In [1]:
import pandas as pd
import numpy as np
import glob
import re
import seaborn as sns
import datetime

pd.set_option('display.max_columns', 200, 'display.max_rows', 200)

In [2]:
# we start with the merged table (ATP data + bookmakers)

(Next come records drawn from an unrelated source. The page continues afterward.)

"""`curvetui realign ... --sheet FILE` and `--view`: the realignment's worksheet written
(PDF, text or Markdown by the file's suffix) and its screen opened in the terminal app.

Kept apart from cli/realign_cmd.py, which only adds the two options and calls here.
"""

from __future__ import annotations

import os
import sys

from curvetui.inputs import InputError

SHEET_SUFFIXES = {".pdf": "pdf", ".txt": "text", ".md": "md"}


def add_options(p) -> None:
    p.add_argument(
        "--sheet",
        metavar="FILE",
        help="write the realignment worksheet: FILE.pdf, FILE.txt or FILE.md (never over "
        "the survey; an existing file is replaced whole)",
    )
    p.add_argument("--view", action="store_true", help="show the realignment in the terminal app")


def check_options(args) -> None:
    """Refuse a --sheet FILE of another suffix, '-', or the survey itself; --view without a
    terminal or with --json. Called before any work is done."""
    sheet = getattr(args, "sheet", None)
    if sheet is not None:
        suffix = os.path.splitext(str(sheet))[1].lower()
        if sheet == "-" or suffix not in SHEET_SUFFIXES:
            raise InputError(f"--sheet: give a file name ending .pdf, .txt or .md; got {sheet!r}")
        try:
            same = os.path.exists(sheet) and os.path.samefile(sheet, args.survey)
        except OSError:
            same = False
        if same or os.path.abspath(sheet) == os.path.abspath(args.survey):
            raise InputError("--sheet: that is the survey file; the input is never written over")
        if args.output is not None and os.path.abspath(sheet) == os.path.abspath(args.output):
            raise InputError("--sheet: the same file as -o; give two names")
    if getattr(args, "view", False):
        if args.json:
            raise InputError("--view and --json: choose one")
        if not (sys.stdin.isatty() and sys.stdout.isatty()):
            raise InputError("--view: needs a terminal (standard input and output)")


def write_sheet(path: str, design, rail, units, survey: str) -> None:
    """The worksheet of the design in the form the suffix names, saved atomically."""
    from curvetui.reports.realign_sheet import build_sheet
    from curvetui.storage.files import atomic_binary

    sheet = build_sheet(design, rail, units, survey)
    kind = SHEET_SUFFIXES[os.path.splitext(path)[1].lower()]
    if kind == "pdf":
        from curvetui.reports.sheet.realign_page import render_pdf

        data = render_pdf(sheet)
    else:
        from curvetui.reports.sheet.realign_text import render_markdown, render_text

        data = (render_text(sheet) if kind == "text" else render_markdown(sheet)).encode()
    with atomic_binary(path) as fh:
        fh.write(data)


def run_view(design, rail, units, survey: str) -> int:
    """The realignment screen in its own app (escape or ctrl+q ends it). Exit code as the
    command's: 1 when the design is infeasible or a rail check fails, 3 after a crash."""
    from curvetui.app.realign_screen import RealignApp
    from curvetui.cli.project_cmd import run_app

    code = run_app(RealignApp(design, rail, units, survey))
    failed = not design.feasible or (rail is not None and rail.status == "fail")
    return code or (1 if failed else 0)


def say_written(path: str) -> None:
    from curvetui.cli.common import console
    from curvetui.screen_text import markup

    console().print(f"Worksheet written: {markup(path)}")
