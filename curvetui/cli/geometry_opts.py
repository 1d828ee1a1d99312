"""Options and JSON shared by `check road` and `check rail` for a bend's geometry and sight."""

from __future__ import annotations

import argparse


def add_geometry_options(p: argparse.ArgumentParser, sight: bool = True) -> None:
    g = p.add_argument_group("geometry")
    g.add_argument("--deflection", help="deflection angle at the PI, degrees (0 to 179)")
    g.add_argument("--pi-station", help="station of the PI (2+710.5 or 2710.5; default 0)")
    g.add_argument("--spiral", help="clothoid transition length, in and out (m or ft)")
    g.add_argument("--spiral-out", help="length of the outgoing spiral when unequal (m or ft)")
    if sight:
        g.add_argument(
            "--obstruction-offset",
            help="clear offset from the inside lane centre to the obstruction (m/ft)",
        )
        g.add_argument(
            "--grade",
            help="approach grade for stopping sight distance, percent (+ up, - down; default 0)",
        )


def add_sight_lane_option(p: argparse.ArgumentParser) -> None:
    p.add_argument(
        "--lane-width",
        help="lane width (m or ft; default 3.6 m / 12 ft): the sight "
        "line is taken on the centre of the inside lane, and runoff rotates one lane",
    )


def run_check(args: argparse.Namespace, keys, evaluate, printer) -> int:
    """Shared body of `check road` and `check rail`: evaluate, print, exit 1 on a failure."""
    from curvetui.cli.common import print_json

    record = evaluate(raw_inputs(args, keys))
    if args.json:
        print_json(record)
    else:
        printer(record)
    return 1 if record["status"] == "fail" else 0


def raw_inputs(args: argparse.Namespace, keys) -> dict:
    """The options given, under the project file's input names (spiral -> spiral_in)."""
    names = {"spiral_in": "spiral"}
    out = {}
    for key in keys:
        value = getattr(args, names.get(key, key), None)
        if value is not None:
            out[key] = value
    return out
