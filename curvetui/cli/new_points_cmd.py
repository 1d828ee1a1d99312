"""``curvetui new FILE.json --points PIS.csv --speed V``: a road project started from a
speed and a chain of PIs. Each PI becomes a road bend whose radius, superelevation and
spirals are its proposal (curvetui.bend.propose) for the deflection the points give; the
alignment is laid out and the created project printed as ``check --project`` prints it,
with the verdicts between bends, so that PIs too close for the proposed radii show at once.
A radius is never reduced below its proposal to make bends fit: the overlap is a FAIL, the
file is still created (exit code 1) and the output says what to change."""

from __future__ import annotations

import argparse
import math
from pathlib import Path

from curvetui.inputs import InputError
from curvetui.screen_text import clean

OVERLAP_ADVICE = (
    "The proposed bends do not fit between some PIs (the overlaps above): the radii were "
    "NOT reduced below their proposals. Move those PIs apart, lower the speed, or type a "
    "smaller radius in the app (F7 shows the minimum radius); the project is saved as "
    "proposed."
)
# the options of this form of `new` (besides FILE, --name and --units)
POINTS_OPTIONS = ("points", "speed", "emax", "table", "start_station")


def add_options(p: argparse.ArgumentParser) -> None:
    """--points, --start-station, --table; --speed and --emax from the field list."""
    from curvetui.cli import geometry_opts as geo

    g = p.add_argument_group(
        "start from a chain of PIs",
        "a road project whose bends are the proposals for a speed at each PI of PIS.csv",
    )
    g.add_argument(
        "--points",
        metavar="PIS.csv",
        help="CSV file: a header row (easting,northing and optionally id) and one row per "
        "point in order: the start, PI 1 .. PI n, the end, in the project's length unit",
    )
    geo.add_field_options(g, "road", ("speed", "emax"))
    g.add_argument(
        "--table", help="road design table by name or .toml path (see `curvetui tables`)"
    )
    g.add_argument(
        "--start-station",
        default="0",
        help="station of the start point (e.g. 0+000 or 1+250.5); default 0",
    )


def given_without_points(args) -> list[str]:
    """The chain's options given without --points (refused: they need the chain)."""
    opts = {"speed": "--speed", "emax": "--emax", "table": "--table"}
    out = [o for k, o in opts.items() if getattr(args, k, None) is not None]
    if getattr(args, "start_station", "0") != "0":
        out.append("--start-station")
    return out


def _start_station(text: str, units: str) -> float:
    from curvetui.stations import parse_station

    try:
        x = parse_station(text, units)
    except (ValueError, TypeError):
        x = math.nan
    if not math.isfinite(x) or abs(x) > 1e9:
        raise InputError(
            f"--start-station: must be a station such as 0+000 or 1+250.5 or a number from "
            f"-1e9 to 1e9, got {clean(text, one_line=True)!r}"
        )
    return x


def run(args, path: Path) -> int:
    """Create the project from the chain (exclusive: never overwrites), then print it."""
    from curvetui.cli.common import console
    from curvetui.cli.project_cmd import print_outcomes, project_alignment
    from curvetui.storage.pi_points import read_points
    from curvetui.storage.project.checking import evaluate_project, project_context
    from curvetui.storage.project.files import save_project
    from curvetui.storage.project.model import Details
    from curvetui.storage.project.proposing import project_from_points

    if args.speed is None:
        raise InputError("--speed: required with --points (the design speed of every bend)")
    chain = read_points(args.points)  # only this file is read
    start = _start_station(args.start_station, args.units)
    details = Details(name=args.name or path.stem, units=args.units, road_table=args.table)
    ctx = project_context(details_only(details))
    project, _ = project_from_points(
        chain.points,
        chain.ids,
        details,
        ctx,
        args.speed,
        args.emax,
        start,
        alignment_name=args.name or path.stem,
    )
    save_project(project, path, exclusive=True)
    outcomes = evaluate_project(project, ctx)
    report = project_alignment(project, outcomes, ctx)
    n = len(project.bends)
    out = console()
    out.print(
        clean(
            f"Created {path} ({args.units} units): {n} road bend{'s' if n != 1 else ''} on the "
            f"chain of {args.points}, each the proposal for its deflection at "
            f"{args.speed} {ctx.units.speed_label} (`curvetui design --project {path}` "
            "shows why)."
        ),
        markup=False,
    )
    overlap = report is not None and any(v.code == "overlap" for v in report.verdicts)
    after = [OVERLAP_ADVICE] if overlap else []
    print_outcomes(project, ctx, outcomes, [], report, after)
    bad = any(o.status != "pass" for o in outcomes)
    bad = bad or (report is not None and report.status in ("fail", "error"))
    return 1 if bad else 0


def details_only(details):
    """A project of these details alone (for its context: units and table)."""
    from curvetui.storage.project.model import Project

    return Project(details)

df = pd.read_csv('ATP_merged_clean.csv', index_col=0)

In [6]:
# some pre-processing on column names, this will be useful later when we switch from winner/loser to P1/P2

df.rename(columns={"Winner": 'winner_name',"Loser": "loser_name","WRank": "w_rank", "LRank": "l_rank", "PSW": "w_PS", "PSL": 'l_PS', 'B365W': 'w_B365', 'B365L': 'l_B365', 'elo_winner': 'w_elo', 'elo_loser': 'l_elo'}, errors="raise", inplace=True)


In [7]:
# get date as date format

df['Date'] = pd.to_datetime(df['Date'])

In [8]:
# The score column cannot be interpreted as is, therefore we made this function which parses the string to extract each game's score

def score_split(score):
  # first we take out the parenthesis from the score
  score = re.sub("[\(\[].*?[\)\]]", "", score)
  # we split a first time between the spaces in order to get the sets scores
  Games = score.split()
  G = 0
  result = []
  # we split a second time within each set to get each player's score
  for game in Games:
    scores = game.split('-')
    for sc in scores:
      result.append(int(sc))

  # because not all games have 5 sets, we complete the missing sets with 0s
  l = len(result)

  for i in range(l, 10):
    result.append(0)

  result = tuple(result)

  return result

In [9]:
# we use the function above to parse the games scores into new columns
df['p1_1'], df['p2_1'], df['p1_2'], df['p2_2'], df['p1_3'], df['p2_3'], df['p1_4'], df['p2_4'], df['p1_5'], df['p2_5'] = zip(*map(score_split, df['score']))

In [10]:
# we rename the columns to p1 and p2 instead of winner and loser

pattern = '|'.join(['winner_', 'w_'])
df.columns = df.columns.str.replace(pattern, 'p1_', regex=True)
pattern = '|'.join(['loser_', 'l_'])
df.columns = df.columns.str.replace(pattern, 'p2_', regex=True)


In [11]:
# we duplicate the df and reverse half in order to get a Game/Player dataset instead of a Game dataset, from this step on we get double the amount of lines

to_keep = df.copy()
to_switch = df.copy()

to_keep['p1_win'] = True
to_switch['p1_win'] = False

# on the lines that we will switch, proba_elo_p2 is equal to 1 - proba_elo_p1
to_switch['proba_elo'] = 1 - to_switch['proba_elo']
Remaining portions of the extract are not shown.